In UL, the clustering of high-dimensional data also presents challenges when identification of the factors driving cluster membership is no obvious. Embedding algorithms including t-Stochastic Neighbourhood Embedding (t-SNE) can transform high-dimensional data into just two or three dimensions whilst at the same time preserving the similarity of the original data. Features of interest in the original sample space can be colour coded and applied to the t-SNE two- or three-dimensional scatterplot to see their influence in clustering. In patients with heart failure, t-SNE was used as a visualisation tool to show the association between higher chronotropic response and/or effort during a 6-min walk test and increased functional capacity [182].
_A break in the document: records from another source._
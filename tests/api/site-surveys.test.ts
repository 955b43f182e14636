import request from 'supertest';
import { describe, expect, it } from 'vitest';
import { SURVEY_MAX_BYTES } from '../../shared/radio/surveyCsv';
import { useApi, type Agent } from '../helpers/api';
import { planningCast } from '../helpers/planningActors';

const GOOD = 'ssid,channel,channelWidthMHz,signalDbm\nCafe Guest,6,20,-71\nHarbour Free,11,20,-64\n';
const upload = (agent: Agent, nodeId: number, content: string | Buffer, fileName = 'survey.csv') =>
  agent
    .post(`/api/v1/nodes/${nodeId}/site-surveys`)
    .set('X-CSRF-Token', agent.csrf)
    .attach('file', Buffer.isBuffer(content) ? content : Buffer.from(content), fileName);

describe('site surveys API', () => {
  const ctx = useApi();

  it('answers 401 signed out and 404 for a node the caller cannot read', async () => {
    const { outsider, node } = await planningCast(ctx);
    expect((await request(ctx.app).post(`/api/v1/nodes/${node.id}/site-surveys`).attach('file', Buffer.from(GOOD), 'a.csv')).status).toBe(401);
    const res = await upload(outsider, node.id, GOOD);
    expect(res.status).toBe(404);
    expect(res.body.error.message).toBe(`Node ${node.id} was not found.`);
  });

  it('refuses a host of the node (403)', async () => {
    const { host, node } = await planningCast(ctx);
    const { Site } = await import('../../server/models');
    await Site.update({ hostUserId: host.userId }, { where: { id: node.siteId } });
    const res = await upload(host, node.id, GOOD);
    expect(res.status).toBe(403);
    expect((await host.get(`/api/v1/nodes/${node.id}/site-surveys`)).status).toBe(403);
  });

  it('stores a good survey and lists it back, keeping only the base of the file name', async () => {
    const { op, node } = await planningCast(ctx);
    const res = await upload(op, node.id, GOOD, '../../etc/passwd.csv');
    expect(res.status).toBe(201);
    expect(res.body.data.rowCount).toBe(2);
    expect(res.body.data.fileName).toBe('passwd.csv');
    expect(res.body.rejectedRows).toEqual([]);
    const win = await upload(op, node.id, GOOD, 'C:\\Users\\x\\..\\scan.csv');
    expect(win.body.data.fileName).toBe('scan.csv');
    const list = await op.get(`/api/v1/nodes/${node.id}/site-surveys`);
    expect(list.status).toBe(200);
    expect(list.body.data[0].rows[0]).toEqual({ ssid: 'Cafe Guest', band: '2.4', channel: 6, channelWidthMHz: 20, signalDbm: -71 });
  });

  it('keeps the good rows and names each bad one with its line number', async () => {
    const { op, node } = await planningCast(ctx);
    const csv = 'ssid,channel,channelWidthMHz,signalDbm\nOk,1,20,-80\nBad channel,15,20,-70\nLoud,6,20,12\nShort,6\n';
    const res = await upload(op, node.id, csv);
    expect(res.status).toBe(201);
    expect(res.body.data.rowCount).toBe(1);
    expect(res.body.rejectedRows).toEqual([
      { line: 3, message: 'channel 15 is not a Wi-Fi channel (2.4 GHz: 1–14, 5 GHz: 32–196)' },
      { line: 4, message: 'signalDbm 12 must be between -120 and 0' },
      { line: 5, message: 'expected 4 fields, found 2' },
    ]);
  });

  it('refuses a survey with no usable row (400) and lists the lines', async () => {
    const { op, node } = await planningCast(ctx);
    const res = await upload(op, node.id, 'ssid,channel,channelWidthMHz,signalDbm\nA,abc,20,-70\n');
    expect(res.status).toBe(400);
    expect(res.body.error.details).toEqual([{ path: 'line.2', message: 'line 2: channel "abc" must be a whole number' }]);
    const header = await upload(op, node.id, 'name,freq\nx,2412\n');
    expect(header.status).toBe(400);
    expect(header.body.error.message).toMatch(/line 1: the header must name ssid, channel, channelWidthMHz, signalDbm/);
  });

  it('refuses content that is not CSV text (400)', async () => {
    const { op, node } = await planningCast(ctx);
    const png = Buffer.from([0x89, 0x50, 0x4e, 0x47, 0x0d, 0x0a, 0x1a, 0x0a, 0x00, 0x00, 0x00, 0x0d]);
    const res = await upload(op, node.id, png, 'survey.csv');
    expect(res.status).toBe(400);
    expect(res.body.error.message).toMatch(/^The file is not text; export the survey as a CSV/);
    const latin1 = await upload(op, node.id, Buffer.from([0x73, 0x73, 0x69, 0x64, 0xe9, 0x0a]));
    expect(latin1.status).toBe(400);
    expect(latin1.body.error.message).toMatch(/not UTF-8 text/);
  });

  it('refuses a request without a file, or with the file under another field name (400)', async () => {
    const { op, node } = await planningCast(ctx);
    const none = await op.post(`/api/v1/nodes/${node.id}/site-surveys`).set('X-CSRF-Token', op.csrf).send({ csv: GOOD });
    expect(none.status).toBe(400);
    expect(none.body.error.message).toMatch(/Attach the survey file in the form field "file"/);
    const other = await op.post(`/api/v1/nodes/${node.id}/site-surveys`).set('X-CSRF-Token', op.csrf).attach('upload', Buffer.from(GOOD), 'a.csv');
    expect(other.status).toBe(400);
    expect(other.body.error.message).toMatch(/form field "file"/);
  });

  it('refuses a file over the size limit (413)', async () => {
    const { op, node } = await planningCast(ctx);
    const row = 'Filler,6,20,-80\n';
    const big = 'ssid,channel,channelWidthMHz,signalDbm\n' + row.repeat(Math.ceil(SURVEY_MAX_BYTES / row.length) + 10);
    const res = await upload(op, node.id, big);
    expect(res.status).toBe(413);
    expect(res.body.error.code).toBe('too_large');
  });

  it('needs the CSRF token', async () => {
    const { op, node } = await planningCast(ctx);
    const res = await op.post(`/api/v1/nodes/${node.id}/site-surveys`).attach('file', Buffer.from(GOOD), 'a.csv');
    expect(res.status).toBe(403);
  });
});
Regulation and adoption of clinical decision support tools

Under the current FDA regulation, CDS tools enable algorithms to be considered as either software as a medical device (SaMD), or as proprietary algorithms developed for clinical decision support. Whilst algorithms labelled SaMD require formal regulatory scrutiny by the FDA, proprietary algorithms developed within existing EHRs traditionally sit outside of the FDA scope [183]. Non-device CDS tools provide recommendations in clinical settings where the physician can review the basis for using the predictions. To clarify what this means, guidance provided in 2019 stated that the CDS must only “recommend” rather than “drive” decisions, and it is not intended for healthcare providers to rely primarily on such recommendations for making clinical diagnosis or treatment decisions [184]. Of course, the line between “drive” and “recommend” can be easily blurred leading to the development of CDS tools that do not require formal regulatory approval, but which can still be heavily relied upon during decision making [175]. When faced with a choice of using AI tools, clinicians will likely at some stage therefore need to use their own judgement rather than relying on regulatory approvals. In making the decision to both use and accept the model's recommendation, it should be remembered that all clinical decision necessarily comes with a certain level of uncertainty, sometimes an alarmingly high level of uncertainty that cannot be reduced to zero. Complex ML algorithms within the workplace can therefore be viewed, at least to some degree, as simply another unknown, albeit in a different form [8]. CDS tools are designed as tools to assist rather than override clinical judgement, and intuition should still be used to help identify obvious patient-state versus AI recommendation anomalies.

Summary

This article has provided the reader with a comprehensive overview of the range of ML algorithms currently employed within healthcare research. Some of these algorithms are already employed within healthcare technology within aged care whilst others have not yet been deployed but have been applied within research settings and have demonstrated the potential for improvements in healthcare outcomes. Together, the various models encompass a phenomenal range of different applications, spanning a huge range of different medical areas, but all with the underlying aim of supporting clinicians and improving patient outcomes. Whilst the overall likely impact on healthcare is still seen by most as a hugely positive change, the new paradigm of AI in the healthcare industry has brought its own issues such as the potential for exacerbating inequities in healthcare and the potential for harm due to inadequate validation and lack of transparency. These and other problems require harmonic resolution with by the authorities that govern healthcare, the researchers and data scientists that develop the tools as well as the clinicians that use them.

Having explained the technical details of the numerous algorithms that abound in ML and how they are being employed in healthcare, this article has aimed to provide not only a picture of the present state of ML and AI in healthcare, but also the huge potential for further rapid advances given the constant development and refinement of each ML domain and their growing deployment into different areas. Combined with the largely untapped avalanche of new data available from EMR healthcare systems and that flowing from the internet of things medical devices, what we have achieved to date may yet be only a glimpse into how healthcare, particularly geriatric care, may change in the coming decades.